## Extracted information:
def t2_t2_map(grid, *, mixing_time_us, n_walkers: int = DEFAULT_WALKERS, seed: int = 0,
              rho2_nm_per_us: float = DEFAULT_RHO2_NM_PER_US,
              rho2_outside_nm_per_us: float | None = None,
              rho2_by_interface: dict | None = None,
              t2_bulk_s: float | None = DEFAULT_T2_BULK_S,
              diffusivity_nm2_per_us: dict | None = None,
              d_bulk_nm2_per_us: float = D_BULK_WATER_NM2_PER_US, water_phases=None,
              step_fraction: float = DEFAULT_STEP_FRACTION, surface: str = "smooth",
              t_max_us: float | None = None, n_times: int = 32, invert: bool = True,
              alpha: float | None = None, per_decade: int = 10, accelerate: bool = True,
              max_memory: int | None = None, progress=None):
    """Simulated T2–T2 relaxation-exchange map(s) at the given mixing time(s).

    The experiment (the relaxation-exchange-relaxation sequence used on cement pastes,
    e.g. McDonald, Korb, Mitchell & Monteilhet, Phys. Rev. E 72 (2005) 011409; Monteilhet
    et al., Phys. Rev. E 74 (2006) 061404; citations from memory): T2 encoding for t1,
    storage for the mixing time tm, T2 detection for t2. Each walker's path is run once:
    encoding over [A − t1, A] (A = the longest t1), mixing over [A, A + tm] with no
    surface relaxation, detection over [A + tm, A + tm + t2]. With the multiplicative
    weights, the encoding factor of every t1 is ``W(A) / W(A − t1)`` (the walkers are
    uniformly spread at every time, so an encoding that starts at A − t1 is the experiment
    for that t1 exactly), the detection factor ``W(A + tm + t2) / W(A + tm)``, and
    ``S(t1, t2)`` the mean of their product times the bulk factor ``exp(−(t1 + t2)/T2b)``.
    The map is the 2D inversion of S (:func:`invert_t2_t2`).

    Parameters
    ----------
    mixing_time_us : a mixing time (µs) or a sequence of them (the encoding is shared; the
        walkers are copied for each mixing time); returns one :class:`T2T2Result` or a list
    t_max_us : longest encoding and detection time (µs); default the fast-diffusion time of
        the slowest class to decay to 1 %
    n_times : encoding and detection times per axis (0 and log-spaced over three decades
        up to ``t_max_us``)
    per_decade : T2 bins per decade on both axes (on the log grid of ``relax``)
    Others as :func:`relaxation_walk`.
    """
    single = np.ndim(mixing_time_us) == 0
    tms = [_positive(v, "mixing time", "mixing_time_us", "µs", allow_zero=True)
           for v in np.atleast_1d(np.asarray(mixing_time_us, dtype=float))]
    if t2_bulk_s is not None:
        t2_bulk_s = _positive(t2_bulk_s, "bulk T2", "t2_bulk_s", "s")
    eng = _build(grid, water_phases=water_phases, diffusivity_nm2_per_us=diffusivity_nm2_per_us,
                 d_bulk_nm2_per_us=d_bulk_nm2_per_us, rho2_nm_per_us=rho2_nm_per_us,
                 rho2_outside_nm_per_us=rho2_outside_nm_per_us,
                 rho2_by_interface=rho2_by_interface, step_fraction=step_fraction,
                 surface=surface, relax=True, n_walkers=n_walkers, max_memory=max_memory,
                 extra_bytes_per_walker=16 * int(n_times) + 8, accelerate=accelerate)
    bulk_rate = 0.0 if t2_bulk_s is None else 1e-6 / t2_bulk_s
    if t_max_us is None:
        rates = _face_rates(eng)
        slow = float(np.min(rates[rates > 0])) if np.any(rates > 0) else 0.0
        if slow + bulk_rate <= 0:
            raise OptionError("nothing relaxes (zero relaxivity, no bulk T2): give t_max_us",
                              param="t_max_us")
        t_max_us = math.log(100.0) / (slow + bulk_rate)
    A = _positive(t_max_us, "longest encoding time", "t_max_us", "µs")
    nt = int(n_times)
    if nt < 4:
        raise OptionError(f"n_times must be at least 4, got {n_times}", param="n_times")
    times = np.concatenate([[0.0], np.geomspace(A * 1e-3, A, nt - 1)])
    W = _Walkers(eng, n_walkers, seed)
    K = len(eng.classes)
    # encoding: W at A - t1 (ascending times), then at A
    enc_t = np.sort(A - times)
    wenc = np.empty((W.n, nt))
    for k, t in enumerate(enc_t):
        W.advance_to(eng, t, cut=False)
        wenc[:, k] = W.wt
        if progress is not None:
            progress(0.3 * (k + 1) / nt, f"T2-T2 encoding: t = {t:.4g} µs")
    enc = W.wt[:, None] / wenc[:, ::-1]          # column k: W(A) / W(A - times[k])
    del wenc
    c_start = W.cls.copy()
    noxtab = _replace_xtab(eng)
    notes = list(eng.notes) + ["no relaxation during the mixing period (T1 relaxation during "
                               "the storage is not modelled)"]
    results = []
    for q, tm in enumerate(tms):
        V = W.copy() if q < len(tms) - 1 else W
        if tm > 0:
            V.advance_to(noxtab, A + tm, cut=False)
        transfer = np.zeros((K, K))
        np.add.at(transfer, (c_start, V.cls), 1.0)
        transfer /= V.n
        w0 = V.wt.copy()
        det = np.empty((V.n, nt))
        for k, t in enumerate(times):
            V.advance_to(eng, A + tm + t, cut=False)
            det[:, k] = V.wt / w0
            if progress is not None:
                progress(0.3 + 0.7 * (q + (k + 1) / nt) / len(tms),
                         f"T2-T2 detection (mixing {tm:.4g} µs): t = {t:.4g} µs")
        bulk = np.exp(-times * bulk_rate)
        S = (enc.T @ det) / V.n
        S2 = ((enc * enc).T @ (det * det)) / V.n
        se = np.sqrt(np.maximum(S2 - S * S, 0.0) / V.n)
        S = S * bulk[:, None] * bulk[None, :]
        se = se * bulk[:, None] * bulk[None, :]
        settings = dict(eng.settings)
        settings.update({"t2_bulk_s": t2_bulk_s, "seed": int(seed), "t_max_us": A,
                         "n_times": nt, **V.move_counts()})
        if invert:
            inv = invert_t2_t2(times * 1e-6, times * 1e-6, S, sigma=se, alpha=alpha,
                               per_decade=per_decade)
        else:
            e = _aligned_edges(0.5e-6 * times[1], 3e-6 * A, (1e-6, 10.0), per_decade)
            inv = {"t2_s": np.sqrt(e[:-1] * e[1:]), "edges_s": e,
                   "amplitude": np.zeros((e.size - 1, e.size - 1)), "alpha": float("nan"),
                   "rule": "not inverted", "residual_rms": float("nan")}
        results.append(T2T2Result(tm, times.copy(), times.copy(), S, se, inv["t2_s"],
                                  inv["edges_s"], inv["amplitude"], inv["alpha"], inv["rule"],
                                  inv["residual_rms"], list(eng.classes), transfer, V.n,
                                  settings, list(notes)))
    return results[0] if single else results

## Work order:
Give the records again, complete and exact.

## Task response:
def t2_t2_map(grid, *, mixing_time_us, n_walkers: int = DEFAULT_WALKERS, seed: int = 0,
              rho2_nm_per_us: float = DEFAULT_RHO2_NM_PER_US,
              rho2_outside_nm_per_us: float | None = None,
              rho2_by_interface: dict | None = None,
              t2_bulk_s: float | None = DEFAULT_T2_BULK_S,
              diffusivity_nm2_per_us: dict | None = None,
              d_bulk_nm2_per_us: float = D_BULK_WATER_NM2_PER_US, water_phases=None,
              step_fraction: float = DEFAULT_STEP_FRACTION, surface: str = "smooth",
              t_max_us: float | None = None, n_times: int = 32, invert: bool = True,
              alpha: float | None = None, per_decade: int = 10, accelerate: bool = True,
              max_memory: int | None = None, progress=None):
    """Simulated T2–T2 relaxation-exchange map(s) at the given mixing time(s).

    The experiment (the relaxation-exchange-relaxation sequence used on cement pastes,
    e.g. McDonald, Korb, Mitchell & Monteilhet, Phys. Rev. E 72 (2005) 011409; Monteilhet
    et al., Phys. Rev. E 74 (2006) 061404; citations from memory): T2 encoding for t1,
    storage for the mixing time tm, T2 detection for t2. Each walker's path is run once:
    encoding over [A − t1, A] (A = the longest t1), mixing over [A, A + tm] with no
    surface relaxation, detection over [A + tm, A + tm + t2]. With the multiplicative
    weights, the encoding factor of every t1 is ``W(A) / W(A − t1)`` (the walkers are
    uniformly spread at every time, so an encoding that starts at A − t1 is the experiment
    for that t1 exactly), the detection factor ``W(A + tm + t2) / W(A + tm)``, and
    ``S(t1, t2)`` the mean of their product times the bulk factor ``exp(−(t1 + t2)/T2b)``.
    The map is the 2D inversion of S (:func:`invert_t2_t2`).

    Parameters
    ----------
    mixing_time_us : a mixing time (µs) or a sequence of them (the encoding is shared; the
        walkers are copied for each mixing time); returns one :class:`T2T2Result` or a list
    t_max_us : longest encoding and detection time (µs); default the fast-diffusion time of
        the slowest class to decay to 1 %
    n_times : encoding and detection times per axis (0 and log-spaced over three decades
        up to ``t_max_us``)
    per_decade : T2 bins per decade on both axes (on the log grid of ``relax``)
    Others as :func:`relaxation_walk`.
    """
    single = np.ndim(mixing_time_us) == 0
    tms = [_positive(v, "mixing time", "mixing_time_us", "µs", allow_zero=True)
           for v in np.atleast_1d(np.asarray(mixing_time_us, dtype=float))]
    if t2_bulk_s is not None:
        t2_bulk_s = _positive(t2_bulk_s, "bulk T2", "t2_bulk_s", "s")
    eng = _build(grid, water_phases=water_phases, diffusivity_nm2_per_us=diffusivity_nm2_per_us,
                 d_bulk_nm2_per_us=d_bulk_nm2_per_us, rho2_nm_per_us=rho2_nm_per_us,
                 rho2_outside_nm_per_us=rho2_outside_nm_per_us,
                 rho2_by_interface=rho2_by_interface, step_fraction=step_fraction,
                 surface=surface, relax=True, n_walkers=n_walkers, max_memory=max_memory,
                 extra_bytes_per_walker=16 * int(n_times) + 8, accelerate=accelerate)
    bulk_rate = 0.0 if t2_bulk_s is None else 1e-6 / t2_bulk_s
    if t_max_us is None:
        rates = _face_rates(eng)
        slow = float(np.min(rates[rates > 0])) if np.any(rates > 0) else 0.0
        if slow + bulk_rate <= 0:
            raise OptionError("nothing relaxes (zero relaxivity, no bulk T2): give t_max_us",
                              param="t_max_us")
        t_max_us = math.log(100.0) / (slow + bulk_rate)
    A = _positive(t_max_us, "longest encoding time", "t_max_us", "µs")
    nt = int(n_times)
    if nt < 4:
        raise OptionError(f"n_times must be at least 4, got {n_times}", param="n_times")
    times = np.concatenate([[0.0], np.geomspace(A * 1e-3, A, nt - 1)])
    W = _Walkers(eng, n_walkers, seed)
    K = len(eng.classes)
    # encoding: W at A - t1 (ascending times), then at A
    enc_t = np.sort(A - times)
    wenc = np.empty((W.n, nt))
    for k, t in enumerate(enc_t):
        W.advance_to(eng, t, cut=False)
        wenc[:, k] = W.wt
        if progress is not None:
            progress(0.3 * (k + 1) / nt, f"T2-T2 encoding: t = {t:.4g} µs")
    enc = W.wt[:, None] / wenc[:, ::-1]          # column k: W(A) / W(A - times[k])
    del wenc
    c_start = W.cls.copy()
    noxtab = _replace_xtab(eng)
    notes = list(eng.notes) + ["no relaxation during the mixing period (T1 relaxation during "
                               "the storage is not modelled)"]
    results = []
    for q, tm in enumerate(tms):
        V = W.copy() if q < len(tms) - 1 else W
        if tm > 0:
            V.advance_to(noxtab, A + tm, cut=False)
        transfer = np.zeros((K, K))
        np.add.at(transfer, (c_start, V.cls), 1.0)
        transfer /= V.n
        w0 = V.wt.copy()
        det = np.empty((V.n, nt))
        for k, t in enumerate(times):
            V.advance_to(eng, A + tm + t, cut=False)
            det[:, k] = V.wt / w0
            if progress is not None:
                progress(0.3 + 0.7 * (q + (k + 1) / nt) / len(tms),
                         f"T2-T2 detection (mixing {tm:.4g} µs): t = {t:.4g} µs")
        bulk = np.exp(-times * bulk_rate)
        S = (enc.T @ det) / V.n
        S2 = ((enc * enc).T @ (det * det)) / V.n
        se = np.sqrt(np.maximum(S2 - S * S, 0.0) / V.n)
        S = S * bulk[:, None] * bulk[None, :]
        se = se * bulk[:, None] * bulk[None, :]
        settings = dict(eng.settings)
        settings.update({"t2_bulk_s": t2_bulk_s, "seed": int(seed), "t_max_us": A,
                         "n_times": nt, **V.move_counts()})
        if invert:
            inv = invert_t2_t2(times * 1e-6, times * 1e-6, S, sigma=se, alpha=alpha,
                               per_decade=per_decade)
        else:
            e = _aligned_edges(0.5e-6 * times[1], 3e-6 * A, (1e-6, 10.0), per_decade)
            inv = {"t2_s": np.sqrt(e[:-1] * e[1:]), "edges_s": e,
                   "amplitude": np.zeros((e.size - 1, e.size - 1)), "alpha": float("nan"),
                   "rule": "not inverted", "residual_rms": float("nan")}
        results.append(T2T2Result(tm, times.copy(), times.copy(), S, se, inv["t2_s"],
                                  inv["edges_s"], inv["amplitude"], inv["alpha"], inv["rule"],
                                  inv["residual_rms"], list(eng.classes), transfer, V.n,
                                  settings, list(notes)))
    return results[0] if single else results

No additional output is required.